── Exercise inputs

"""Each month step next to its bare-library core, same inputs, same process (issue 19).

Issue 19 asks each step to stay within 1.2x of the library doing its core work, measured in
the same run. This script reads a scenario once through ``marchland.open_region`` (the month's
own reading), then times, alternating ours and the library's call (who goes first alternates
too), ``--repeats`` times each, in this one process with every thread pool at one thread:

1. graph: ``marchland.border_graph`` as the month's ``graph`` step builds it (``Region.graph``:
   the config's tolerance, corner rule, links and parents) against libpysal
   ``Graph.build_contiguity(units, rook=False)`` (plain queen, which finds no pair across a
   digitising gap between two countries' files) and ``Graph.build_fuzzy_contiguity(units,
   buffer=tolerance / 2)`` (buffers of half the tolerance meet where the gap is at most the
   tolerance: libpysal's own way of joining across gaps).
2. hotspots: ``marchland.local_moran`` against esda ``Moran_Local`` on the same values (the
   month's Assuncao-Reis standardised attack rates), the same row-standardised weights (the
   config's weighting) and the same number of permutations (the config's; our adaptive
   refinement is switched off with ``max_permutations=permutations``, as esda has none), and
   ``marchland.hotspots`` against esda ``Moran_Local_Rate`` on the month's cases and
   population, with the weights ready for both (esda is handed its ``W``; our BorderGraph keeps
   the weights it built, as in the month, where local Moran, Gi* and global Moran share them;
   one call with them still to build is timed apart). esda is called with ``n_jobs=1`` and
   ``keep_simulations=False`` (ours keeps no draws either); its numba kernel is compiled by a
   first call with 9 permutations before any timing, and that compile time is reported apart.
   The local I values are checked equal to 1e-12 in the run. The month step's own call (with
   refinement) is timed once beside them.
3. zonal: ``marchland.zonal_population`` on every boundary unit (what ``open_region`` calls)
   against ``exactextract.exact_extract(raster_path, polygons, "sum", output="pandas")`` with
   the polygons already in the raster's CRS (ours reprojects them itself; that is inside its
   time). The sums are checked equal.
4. GeoPackage: the bundle's layer writer (``pack.bundle._write_layers``) for the units layer
   only, against ``pyogrio.write_dataframe`` of the very GeoDataFrame our writer hands to GDAL
   (caught on a first call) plus geopandas' ``to_parquet`` of it, since our writer puts the
   GeoParquet copy beside each layer: the same two files, into a new folder each time. Both
   files are read back and checked equal.

Ratios are ours / library of CPU time (``time.process_time``); the goal is met when the
median of the paired ratios is at most 1.2. Wall times are given beside them: the machine has
2 shared cores, so wall time is noisier than CPU time; the load average is recorded. Results
are merged into ``benchmarks/results.json`` under ``"cores"`` (keyed by ``--label``) and the
section "Steps against their bare-library cores" of ``benchmarks/RESULTS.md`` is rewritten
between its markers (the notes below the end marker are written by hand). Never run by the
test suite.

    $ PYTHONPATH=src NUMBA_CACHE_DIR=.venv/numba-cache MPLBACKEND=Agg \\
        python benchmarks/bench_cores.py --demo [--repeats 5] [--profile]
    $ ... python benchmarks/bench_cores.py --world /tmp/worlds/world10000 --repeats 5
    $ ... python benchmarks/bench_cores.py --world /tmp/worlds/world50000 --repeats 3

``--profile`` prints a cProfile of one call of each of our steps (cumulative time, top 25).
``--no-write`` prints the table without touching results.json and RESULTS.md. ``--merge`` with
``--steps`` replaces only those steps' rows of the label's stored run (the others and its
header stay, and the re-run's date, load and repeats are listed under its table); without it
a run replaces the label's whole entry.
"""

from __future__ import annotations

import os

# One thread everywhere (set before numpy, numba and GDAL load): a single-thread comparison.
for _var in (
    "OMP_NUM_THREADS",
    "OPENBLAS_NUM_THREADS",
    "MKL_NUM_THREADS",
    "NUMBA_NUM_THREADS",
    "GDAL_NUM_THREADS",
):
    os.environ[_var] = "1"

import argparse  # noqa: E402
import cProfile  # noqa: E402
import datetime as dt  # noqa: E402
import gc  # noqa: E402
import io  # noqa: E402
import json  # noqa: E402
import pstats  # noqa: E402
import sys  # noqa: E402
import tempfile  # noqa: E402
import time  # noqa: E402
import warnings  # noqa: E402
from collections.abc import Callable  # noqa: E402
from pathlib import Path  # noqa: E402
from types import SimpleNamespace  # noqa: E402
from typing import Any  # noqa: E402

import numpy as np  # noqa: E402
import pandas as pd  # noqa: E402

HERE = Path(__file__).resolve().parent
sys.path.insert(0, str(HERE))
from bench_month import _machine  # noqa: E402

MONTH = "2026-10"
GOAL = 1.2
START, END = "<!-- bench_cores: start -->", "<!-- bench_cores: end -->"
TITLE = "## Steps against their bare-library cores (issue 19)"


# --- timing ------------------------------------------------------------------------------------
def _clock(fn: Callable[[], Any]) -> tuple[Any, float, float]:
    gc.collect()
    c0, w0 = time.process_time(), time.perf_counter()
    out = fn()
    return out, time.process_time() - c0, time.perf_counter() - w0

────

» **Work order**: Now output the listing above, exactly as it appears.

» **Task output**:
"""Each month step next to its bare-library core, same inputs, same process (issue 19).

Issue 19 asks each step to stay within 1.2x of the library doing its core work, measured in
the same run. This script reads a scenario once through ``marchland.open_region`` (the month's
own reading), then times, alternating ours and the library's call (who goes first alternates
too), ``--repeats`` times each, in this one process with every thread pool at one thread:

1. graph: ``marchland.border_graph`` as the month's ``graph`` step builds it (``Region.graph``:
   the config's tolerance, corner rule, links and parents) against libpysal
   ``Graph.build_contiguity(units, rook=False)`` (plain queen, which finds no pair across a
   digitising gap between two countries' files) and ``Graph.build_fuzzy_contiguity(units,
   buffer=tolerance / 2)`` (buffers of half the tolerance meet where the gap is at most the
   tolerance: libpysal's own way of joining across gaps).
2. hotspots: ``marchland.local_moran`` against esda ``Moran_Local`` on the same values (the
   month's Assuncao-Reis standardised attack rates), the same row-standardised weights (the
   config's weighting) and the same number of permutations (the config's; our adaptive
   refinement is switched off with ``max_permutations=permutations``, as esda has none), and
   ``marchland.hotspots`` against esda ``Moran_Local_Rate`` on the month's cases and
   population, with the weights ready for both (esda is handed its ``W``; our BorderGraph keeps
   the weights it built, as in the month, where local Moran, Gi* and global Moran share them;
   one call with them still to build is timed apart). esda is called with ``n_jobs=1`` and
   ``keep_simulations=False`` (ours keeps no draws either); its numba kernel is compiled by a
   first call with 9 permutations before any timing, and that compile time is reported apart.
   The local I values are checked equal to 1e-12 in the run. The month step's own call (with
   refinement) is timed once beside them.
3. zonal: ``marchland.zonal_population`` on every boundary unit (what ``open_region`` calls)
   against ``exactextract.exact_extract(raster_path, polygons, "sum", output="pandas")`` with
   the polygons already in the raster's CRS (ours reprojects them itself; that is inside its
   time). The sums are checked equal.
4. GeoPackage: the bundle's layer writer (``pack.bundle._write_layers``) for the units layer
   only, against ``pyogrio.write_dataframe`` of the very GeoDataFrame our writer hands to GDAL
   (caught on a first call) plus geopandas' ``to_parquet`` of it, since our writer puts the
   GeoParquet copy beside each layer: the same two files, into a new folder each time. Both
   files are read back and checked equal.

Ratios are ours / library of CPU time (``time.process_time``); the goal is met when the
median of the paired ratios is at most 1.2. Wall times are given beside them: the machine has
2 shared cores, so wall time is noisier than CPU time; the load average is recorded. Results
are merged into ``benchmarks/results.json`` under ``"cores"`` (keyed by ``--label``) and the
section "Steps against their bare-library cores" of ``benchmarks/RESULTS.md`` is rewritten
between its markers (the notes below the end marker are written by hand). Never run by the
test suite.

    $ PYTHONPATH=src NUMBA_CACHE_DIR=.venv/numba-cache MPLBACKEND=Agg \\
        python benchmarks/bench_cores.py --demo [--repeats 5] [--profile]
    $ ... python benchmarks/bench_cores.py --world /tmp/worlds/world10000 --repeats 5
    $ ... python benchmarks/bench_cores.py --world /tmp/worlds/world50000 --repeats 3

``--profile`` prints a cProfile of one call of each of our steps (cumulative time, top 25).
``--no-write`` prints the table without touching results.json and RESULTS.md. ``--merge`` with
``--steps`` replaces only those steps' rows of the label's stored run (the others and its
header stay, and the re-run's date, load and repeats are listed under its table); without it
a run replaces the label's whole entry.
"""

from __future__ import annotations

import os

# One thread everywhere (set before numpy, numba and GDAL load): a single-thread comparison.
for _var in (
    "OMP_NUM_THREADS",
    "OPENBLAS_NUM_THREADS",
    "MKL_NUM_THREADS",
    "NUMBA_NUM_THREADS",
    "GDAL_NUM_THREADS",
):
    os.environ[_var] = "1"

import argparse  # noqa: E402
import cProfile  # noqa: E402
import datetime as dt  # noqa: E402
import gc  # noqa: E402
import io  # noqa: E402
import json  # noqa: E402
import pstats  # noqa: E402
import sys  # noqa: E402
import tempfile  # noqa: E402
import time  # noqa: E402
import warnings  # noqa: E402
from collections.abc import Callable  # noqa: E402
from pathlib import Path  # noqa: E402
from types import SimpleNamespace  # noqa: E402
from typing import Any  # noqa: E402

import numpy as np  # noqa: E402
import pandas as pd  # noqa: E402

HERE = Path(__file__).resolve().parent
sys.path.insert(0, str(HERE))
from bench_month import _machine  # noqa: E402

MONTH = "2026-10"
GOAL = 1.2
START, END = "<!-- bench_cores: start -->", "<!-- bench_cores: end -->"
TITLE = "## Steps against their bare-library cores (issue 19)"


# --- timing ------------------------------------------------------------------------------------
def _clock(fn: Callable[[], Any]) -> tuple[Any, float, float]:
    gc.collect()
    c0, w0 = time.process_time(), time.perf_counter()
    out = fn()
    return out, time.process_time() - c0, time.perf_counter() - w0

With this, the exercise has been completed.